Linda takes charge immediately. She builds shelter, finds water, hunts — drawing on survival skills she once bragged about on a Survivor audition tape her colleagues mocked. Bradley talks to her like a subordinate until she walks away and leaves him alone for two days; when she returns he's dehydrated and near collapse. She runs the camp. He follows her instructions. Linda thrives. She spots a passing rescue boat from across the island and silently watches it go. She does not signal.

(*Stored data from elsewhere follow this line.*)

/**
 * Step 2, combine: the distance moduli of every matched catalogue side by side on the survey's
 * rows, the zero-point offset of each catalogue against the reference from the galaxies both
 * measured, and one inverse-variance combined modulus per galaxy (src/cosmology/zeropoint.ts).
 * Columns added per catalogue ALIAS: ALIAS_id, ALIAS_mu, ALIAS_mu_err, ALIAS_sep_arcsec, ALIAS_row
 * (source row in that file); then combineDistances (src/cosmology/combine.ts) adds mu, mu_err, n_dist,
 * mu_chi2 and points the mu roles at them.
 */
import { float64Column, stringColumn, withColumns, type ColumnData } from "../../catalogue/columns.js";
import { getRoles, recordStep, SOURCE_ROW } from "../../catalogue/meta.js";
import { validMask } from "../../catalogue/validity.js";
import { combineDistances } from "../../cosmology/combine.js";
import { PeculiarError } from "../../errors.js";
import type { RunContext, StepOutcome } from "../runner.js";
import { saveTable, withTable, type PipelineState } from "../state.js";

function f64(name: string, values: Float64Array, unit: string | undefined, description: string): ColumnData {
  const nulls = new Uint8Array(values.length);
  let any = false;
  for (let i = 0; i < values.length; i++) if (Number.isNaN(values[i]!)) {
    nulls[i] = 1;
    any = true;
  }
  const c: ColumnData = { name, kind: "float64", values, meta: unit ? { unit, description } : { description } };
  if (any) c.nulls = nulls;
  return c;
}

export async function combineStep(ctx: RunContext<PipelineState>): Promise<StepOutcome> {
  const { state: s, plan } = ctx;
  const survey = s.redshifts;
  if (!survey || s.matches.length === 0) throw new PeculiarError("step", "no matched distance catalogues to combine");
  const n = survey.table.numRows;
  const settings = plan.steps.combine;
  const refAlias = settings.reference ?? s.matches[0]!.alias;
  const cols: ColumnData[] = [];
  for (const m of s.matches) {
    const B = m.catalogue;
    const muName = B.roles.mu;
    if (!muName) throw new PeculiarError("column", `distance catalogue '${m.alias}' has no distance-modulus column; name it in the plan (inputs.distances[].columns.mu)`, { file: B.file });
    const muB = float64Column(B.table, muName);
    const errB = B.roles.mu_err ? float64Column(B.table, B.roles.mu_err) : undefined;
    const okB = validMask(B.table);
    const ids = B.roles.id ? stringColumn(B.table, B.roles.id) : undefined;
    const srcRow = B.table.getChild(SOURCE_ROW);
    const mu = new Float64Array(n).fill(NaN);
    const err = new Float64Array(n).fill(NaN);
    const row = new Int32Array(n);
    const rowNull = new Uint8Array(n);
    const id = new Array<string>(n).fill("");
    const idNull = new Uint8Array(n);
    for (let i = 0; i < n; i++) {
      const r = m.rowB[i]!;
      if (r < 0) {
        rowNull[i] = 1;
        idNull[i] = 1;
        continue;
      }
      row[i] = srcRow ? Number(srcRow.get(r)) : r + 1;
      if (ids) {
        const v = ids[r];
        if (v === null || v === undefined) idNull[i] = 1;
        else id[i] = v;
      } else idNull[i] = 1;
      if (!okB[r]) continue; // a flagged row of B lends no distance
      mu[i] = muB[r]!;
      err[i] = errB ? errB[r]! : NaN;
    }
    cols.push(
      { name: `${m.alias}_id`, kind: "utf8", values: id, nulls: idNull, meta: { description: `id in ${m.alias}` } },
      f64(`${m.alias}_mu`, mu, "mag", `distance modulus from ${m.alias} (as published; offsets are applied in mu_combined)`),
      f64(`${m.alias}_mu_err`, err, "mag", `error of ${m.alias}_mu`),
      f64(`${m.alias}_sep_arcsec`, Float64Array.from(m.sepArcsec), "arcsec", `separation of the ${m.alias} match`),
      { name: `${m.alias}_row`, kind: "int32", values: row, nulls: rowNull, meta: { description: `source row in ${m.alias}` } },
    );
  }
  const meta = recordStep(new Map(survey.table.schema.metadata), "combine-inputs", { catalogues: s.matches.map((m) => m.alias) });
  const aligned = withColumns(survey.table, cols, meta);
  const { table, report } = combineDistances(aligned, {
    muColumns: s.matches.map((m) => `${m.alias}_mu`),
    errColumns: s.matches.map((m) => `${m.alias}_mu_err`),
    reference: `${refAlias}_mu`,
    apply: settings.applyOffsets,
    file: survey.file,
  });
  s.offsets = [];
  const offsetNumbers: Record<string, unknown>[] = [];
  for (const o of report.offsets) {
    const alias = o.column.replace(/_mu$/, "");
    if (o.isReference) continue;
    // the offset the step applies: the clipped one (combine.ts), the plain one where clipping left none
    const clipped = Number.isFinite(o.clippedOffsetMag);
    s.offsets.push({ alias, offsetMag: clipped ? o.clippedOffsetMag : o.offsetMag, errMag: clipped ? o.clippedOffsetErrMag : o.offsetErrMag, nShared: o.nShared });
    offsetNumbers.push({ alias, relativeTo: refAlias, offsetMag: o.offsetMag, offsetErrMag: o.offsetErrMag, nShared: o.nShared, chi2Dof: o.chi2Dof, medianMag: o.medianMag, clippedOffsetMag: o.clippedOffsetMag, nRejected: o.nRejected, appliedMag: o.appliedMag });
  }
  s.combined = withTable(survey, table, getRoles(table));
  const out = await saveTable(ctx.outDir, "02-combined.arrow", table);
  return {
    outputs: [out],
    numbers: { reference: refAlias, applied: report.applied, offsets: offsetNumbers, galaxiesByDistanceCount: report.nDist },
    notes: report.notes,
  };
}
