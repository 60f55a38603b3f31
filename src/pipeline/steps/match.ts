/**
 * Step 1, match: loads the redshift survey and every distance catalogue (src/catalogue/load.ts:
 * roles, positions including sexagesimal, bad rows flagged), and matches each distance catalogue
 * onto the survey by sky position (src/crossmatch). Per catalogue ALIAS it writes
 * 01-match-ALIAS.arrow (the outer join by src/crossmatch/output.ts: every survey row and every
 * distance row, names present in both prefixed with their alias, plus sep_arcsec, n_candidates,
 * ambiguous, row_a, row_b) and
 * 01-match-ALIAS.json (counts, separation histogram, expected chance pairs, suggested radius).
 */
import { join } from "node:path";
import { loadCatalogue, type LoadOptions } from "../../catalogue/load.js";
import { validMask } from "../../catalogue/validity.js";
import { writeFileAtomic } from "../../catalogue/atomic.js";
import type { FormatName } from "../../catalogue/io.js";
import { crossMatch, joinRows, matchCounts, type MatchResult, type MatchSide } from "../../crossmatch/match.js";
import { sideExtras } from "../../crossmatch/inputs.js";
import { matchTable } from "../../crossmatch/output.js";
import { parseAngleArcsec } from "../../crossmatch/radius.js";
import { chancePairs, separationHistogram, suggestRadius } from "../../crossmatch/diagnostics.js";
import { ARCSEC } from "../../sky/angles.js";
import type { InputSpec } from "../plan.js";
import type { RunContext, StepOutcome } from "../runner.js";
import { saveTable, type LoadedCatalogue, type PipelineState } from "../state.js";

async function load(spec: InputSpec, require: LoadOptions["require"]): Promise<LoadedCatalogue> {
  const o: LoadOptions = { overrides: spec.columns, require };
  if (spec.format) o.format = spec.format as FormatName;
  const c = await loadCatalogue(spec.file, o);
  return { alias: spec.alias, file: spec.file, table: c.table, roles: c.roles, raDeg: c.raDeg, decDeg: c.decDeg, units: c.units };
}

export async function matchStep(ctx: RunContext<PipelineState>): Promise<StepOutcome> {
  const { state: s, plan } = ctx;
  const settings = plan.steps.match;
  const radiusArcsec = parseAngleArcsec(settings.radius, "steps.match.radius");
  const survey = await load(plan.redshifts, ["ra", "dec"]);
  s.redshifts = survey;
  const outputs: string[] = [];
  const numbers: Record<string, unknown>[] = [];
  s.matches = [];
  for (const spec of plan.distances) {
    ctx.progress(`step match: ${spec.alias}`);
    const b = await load(spec, ["ra", "dec"]);
    const o: Parameters<typeof crossMatch>[2] = { radiusArcsec, select: settings.select };
    if (settings.maxDvKmS !== undefined) o.maxDvKmS = settings.maxDvKmS;
    const ea = sideExtras(survey.table, survey.roles, survey.file, survey.units);
    const eb = sideExtras(b.table, b.roles, b.file, b.units);
    const sideA: MatchSide = { raDeg: survey.raDeg, decDeg: survey.decDeg };
    const sideB: MatchSide = { raDeg: b.raDeg, decDeg: b.decDeg };
    if (ea.velocityKmS) sideA.velocityKmS = ea.velocityKmS;
    if (eb.velocityKmS) sideB.velocityKmS = eb.velocityKmS;
    const r: MatchResult = crossMatch(sideA, sideB, o);
    const nA = survey.table.numRows;
    const rowB = new Int32Array(nA).fill(-1);
    const sepArcsec = new Float64Array(nA).fill(NaN);
    for (let t = 0; t < r.chosen.length; t++) {
      const k = r.chosen[t]!;
      const i = r.candidates.a[k]!;
      if (rowB[i]! >= 0) continue; // one distance per survey row (the best; 'nearest' and 'one-to-one' give one anyway)
      rowB[i] = r.candidates.b[k]!;
      sepArcsec[i] = r.candidates.sepRad[k]! / ARCSEC;
    }
    const counts = matchCounts(r);
    const hist = separationHistogram(r, radiusArcsec);
    const chance = chancePairs(r, () => radiusArcsec);
    const suggestion = suggestRadius(r.pointsA, r.pointsB, r.searchRadiusArcsec, r.usableA);
    s.matches.push({ alias: spec.alias, catalogue: b, rowB, sepArcsec, radiusArcsec, expectedChance: chance.expectedChancePairs });

    const j = joinRows(r, "outer");
    const table = matchTable(survey.table, b.table, r, j, {
      aliasA: survey.alias,
      aliasB: spec.alias,
      withDv: Boolean(ea.velocityKmS && eb.velocityKmS),
      settings: { radiusArcsec, select: settings.select, join: "outer", maxDvKmS: settings.maxDvKmS ?? null },
      rolesA: survey.roles,
      rolesB: b.roles,
    });
    outputs.push(await saveTable(ctx.outDir, `01-match-${spec.alias}.arrow`, table));
    const report = { a: survey.file, b: b.file, radiusArcsec, select: settings.select, maxDvKmS: settings.maxDvKmS ?? null, counts, histogram: hist, chance, suggestion };
    const reportName = `01-match-${spec.alias}.json`;
    await writeFileAtomic(join(ctx.outDir, reportName), JSON.stringify(report, null, 2) + "\n");
    outputs.push(reportName);
    numbers.push({
      alias: spec.alias,
      rowsSurvey: counts.rowsA,
      rows: counts.rowsB,
      invalidRows: validMask(b.table).reduce((acc, v) => acc + (v ? 0 : 1), 0),
      matched: counts.matchedPairs,
      unmatchedDistanceRows: counts.unmatchedB,
      ambiguous: counts.ambiguous,
      expectedChancePairs: chance.expectedChancePairs,
      suggestedRadiusArcsec: suggestion.suggestedArcsec,
      separationSigmaArcsec: suggestion.sigmaArcsec,
    });
  }
  const surveyInvalid = validMask(survey.table).reduce((acc, v) => acc + (v ? 0 : 1), 0);
  return { outputs, numbers: { survey: { rows: survey.table.numRows, invalidRows: surveyInvalid, roles: survey.roles }, catalogues: numbers } };
}
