/**
 * Step 6, flow: H0 and the bulk flow from here (src/flow/bulkflow.ts fitFlow: the Hubble law plus a
 * dipole fitted in ln D, iterated in H), leaving out invalid rows and flagged outliers.
 * Writes 06-flow.json.
 *
 * Zero-point systematics: the offset of each non-reference distance catalogue is known only to
 * its error sigma_zp, and that error is common to all of its galaxies, so it does not average
 * down. It is propagated numerically: each galaxy's distance is scaled by 10^(-0.2 f sigma_zp),
 * f = the catalogue's share of the galaxy's inverse-variance weight (what moving the offset by
 * +sigma_zp does to the combined modulus), the flow refitted, and the shifts of H0 and of the bulk
 * flow added to the statistical covariance as a fully correlated term (one per catalogue). The
 * comoving distance is scaled like the luminosity distance (exact to O(z) in the scale factor).
 */
import { join } from "node:path";
import { writeFileAtomic } from "../../catalogue/atomic.js";
import type { Table } from "apache-arrow";
import { float64Column, hasColumn } from "../../catalogue/columns.js";
import { fitFlow, type FlowFit, type FlowOptions, type FlowRows } from "../../flow/bulkflow.js";
import { PeculiarError } from "../../errors.js";
import type { RunContext, StepOutcome } from "../runner.js";
import type { PipelineState } from "../state.js";
import { flowRowsOfTable } from "../../flow/table.js";

export async function flowStep(ctx: RunContext<PipelineState>): Promise<StepOutcome> {
  const { state: s, plan } = ctx;
  const cat = s.grouped ?? s.flagged ?? s.velocities;
  if (!cat) throw new PeculiarError("step", "no velocities table");
  const t = cat.table;
  const f = plan.steps.flow;
  const rows = flowRowsOfTable(t, cat.raDeg, cat.decDeg, {}, cat.file, true).rows;
  const o: FlowOptions = { sigmaStar: f.sigmaStarKmS, cosmology: { h0: plan.steps.velocities.h0, omegaM: plan.steps.velocities.omegaM } };
  if (f.maxDistMpc !== undefined) o.maxDistMpc = f.maxDistMpc;
  const fit = fitFlow(rows, o);
  if (!fit.ok) throw new PeculiarError("step", `the flow fit did not converge (${fit.nUsed} rows usable)`);
  const [vx, vy, vz] = fit.bulkGal;
  const sys = zeroPointSystematics(t, s, rows, o, fit);
  const cov = Array.from(fit.bulkCov);
  let h0Var = fit.h0Err ** 2;
  for (const z of sys) {
    h0Var += z.dH0 ** 2;
    for (let a = 0; a < 3; a++) for (let c = 0; c < 3; c++) cov[3 * a + c]! += z.dBulk[a]! * z.dBulk[c]!;
  }
  const h0Err = Math.sqrt(h0Var);
  const B = [vx, vy, vz];
  let q = 0;
  for (let a = 0; a < 3; a++) for (let c = 0; c < 3; c++) q += B[a]! * cov[3 * a + c]! * B[c]!;
  const amplitudeErr = fit.amplitude > 0 ? Math.sqrt(q) / fit.amplitude : NaN;
  const bulk = { vx, vy, vz, cov, amplitude: fit.amplitude, amplitudeErr, lDeg: fit.lDeg, bDeg: fit.bDeg };
  s.flow = { h0: { value: fit.h0, error: h0Err }, bulk, nUsed: fit.nUsed };
  s.flowFit = fit;
  const result = {
    h0: { value: fit.h0, error: h0Err, error_stat: fit.h0Err, error_zero_points: Math.sqrt(Math.max(0, h0Var - fit.h0Err ** 2)) },
    bulk_flow: { vx, vy, vz, frame: "galactic", amplitude: fit.amplitude, amplitude_err: amplitudeErr, l: fit.lDeg, b: fit.bDeg, sgl: fit.sglDeg, sgb: fit.sgbDeg, cov, cov_stat: Array.from(fit.bulkCov) },
    zero_point_systematics: sys,
    n_used: fit.nUsed,
    chi2: fit.chi2,
    dof: fit.dof,
    residual_rms_kms: fit.residualRms,
    iterations: fit.iterations,
    settings: { sigmaStarKmS: f.sigmaStarKmS, maxDistMpc: f.maxDistMpc ?? null, startH0: plan.steps.velocities.h0, omegaM: plan.steps.velocities.omegaM, outliersLeftOut: true },
  };
  const name = "06-flow.json";
  await writeFileAtomic(join(ctx.outDir, name), JSON.stringify(result, null, 2) + "\n");
  return {
    outputs: [name],
    numbers: { h0: fit.h0, h0Err, h0ErrStat: fit.h0Err, zeroPointShifts: sys, bulkFlowGal: [vx, vy, vz], amplitude: fit.amplitude, amplitudeErr, lDeg: fit.lDeg, bDeg: fit.bDeg, nUsed: fit.nUsed, chi2Dof: fit.dof > 0 ? fit.chi2 / fit.dof : NaN },
  };
}

interface ZeroPointShift {
  alias: string;
  offsetErrMag: number;
  /** Change of H0 and of the bulk flow (Galactic km/s) when the offset moves by +offsetErrMag. */
  dH0: number;
  dBulk: [number, number, number];
}

function zeroPointSystematics(t: Table, s: PipelineState, rows: FlowRows, o: FlowOptions, fit: FlowFit): ZeroPointShift[] {
  const out: ZeroPointShift[] = [];
  const n = t.numRows;
  const weights = s.matches.map((m) => {
    const mu = hasColumn(t, `${m.alias}_mu`) ? float64Column(t, `${m.alias}_mu`) : undefined;
    const err = hasColumn(t, `${m.alias}_mu_err`) ? float64Column(t, `${m.alias}_mu_err`) : undefined;
    const w = new Float64Array(n);
    if (mu && err) for (let i = 0; i < n; i++) if (Number.isFinite(mu[i]!) && err[i]! > 0) w[i] = 1 / (err[i]! * err[i]!);
    return { alias: m.alias, w };
  });
  for (const off of s.offsets) {
    if (!(off.errMag > 0)) continue;
    const mine = weights.find((x) => x.alias === off.alias);
    if (!mine) continue;
    const d = new Float64Array(n);
    for (let i = 0; i < n; i++) {
      let total = 0;
      for (const x of weights) total += x.w[i]!;
      const f = total > 0 ? mine.w[i]! / total : 0;
      d[i] = rows.distCMpc[i]! * Math.pow(10, -0.2 * f * off.errMag);
    }
    const shifted = fitFlow({ ...rows, distCMpc: d }, o);
    out.push({
      alias: off.alias,
      offsetErrMag: off.errMag,
      dH0: shifted.h0 - fit.h0,
      dBulk: [shifted.bulkGal[0] - fit.bulkGal[0], shifted.bulkGal[1] - fit.bulkGal[1], shifted.bulkGal[2] - fit.bulkGal[2]],
    });
  }
  return out;
}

Weeks in, Bradley suspects what she's doing. He laces a meal with toxic berries and paddles out on a makeshift raft while she falls ill. She recovers faster than expected and drags him back from drowning. In retaliation, she paralyzes him with a poisonous fish and stages a theatrical mock-castration — knife, rat blood, full performance — leaving him conscious and genuinely uncertain whether she's gone through with it. From that point, the dynamic is clear: she is the jailer, he is the captive.
Bradley's fiancée Zuri refuses to accept the official verdict of no survivors. She hires a guide and a boat and eventually lands on the island. Linda meets them while foraging, recognizes the threat immediately, and leads them along a cliffside path. Zuri slips. The guide tries to help. Linda attacks him with a rock. Both fall. She buries the bodies and returns to camp alone.
Bradley finds Zuri's remains. He confronts Linda; she claims accident. He doesn't believe her. They fight — he gouges out one of her eyes, she stabs him. He flees into the part of the island she always claimed was poisonous and inaccessible, and finds instead a fully stocked luxury beach mansion with electricity and supplies. She knew about it. She has been using it for months. The primitive camp, the manufactured dependence — all of it deliberate.
Linda arrives at the mansion with a shotgun and acknowledges everything. When Bradley lunges for the gun, it's unloaded. She anticipated it. She beats him to death with a golf club.
A year later. Linda is the sole survivor, the tragic heroine, the bestselling memoirist. A film adaptation of her story is in production. At a celebrity golf tournament, she promotes a forthcoming self-help book. Her message: "No help is coming, so you'd better start saving yourself."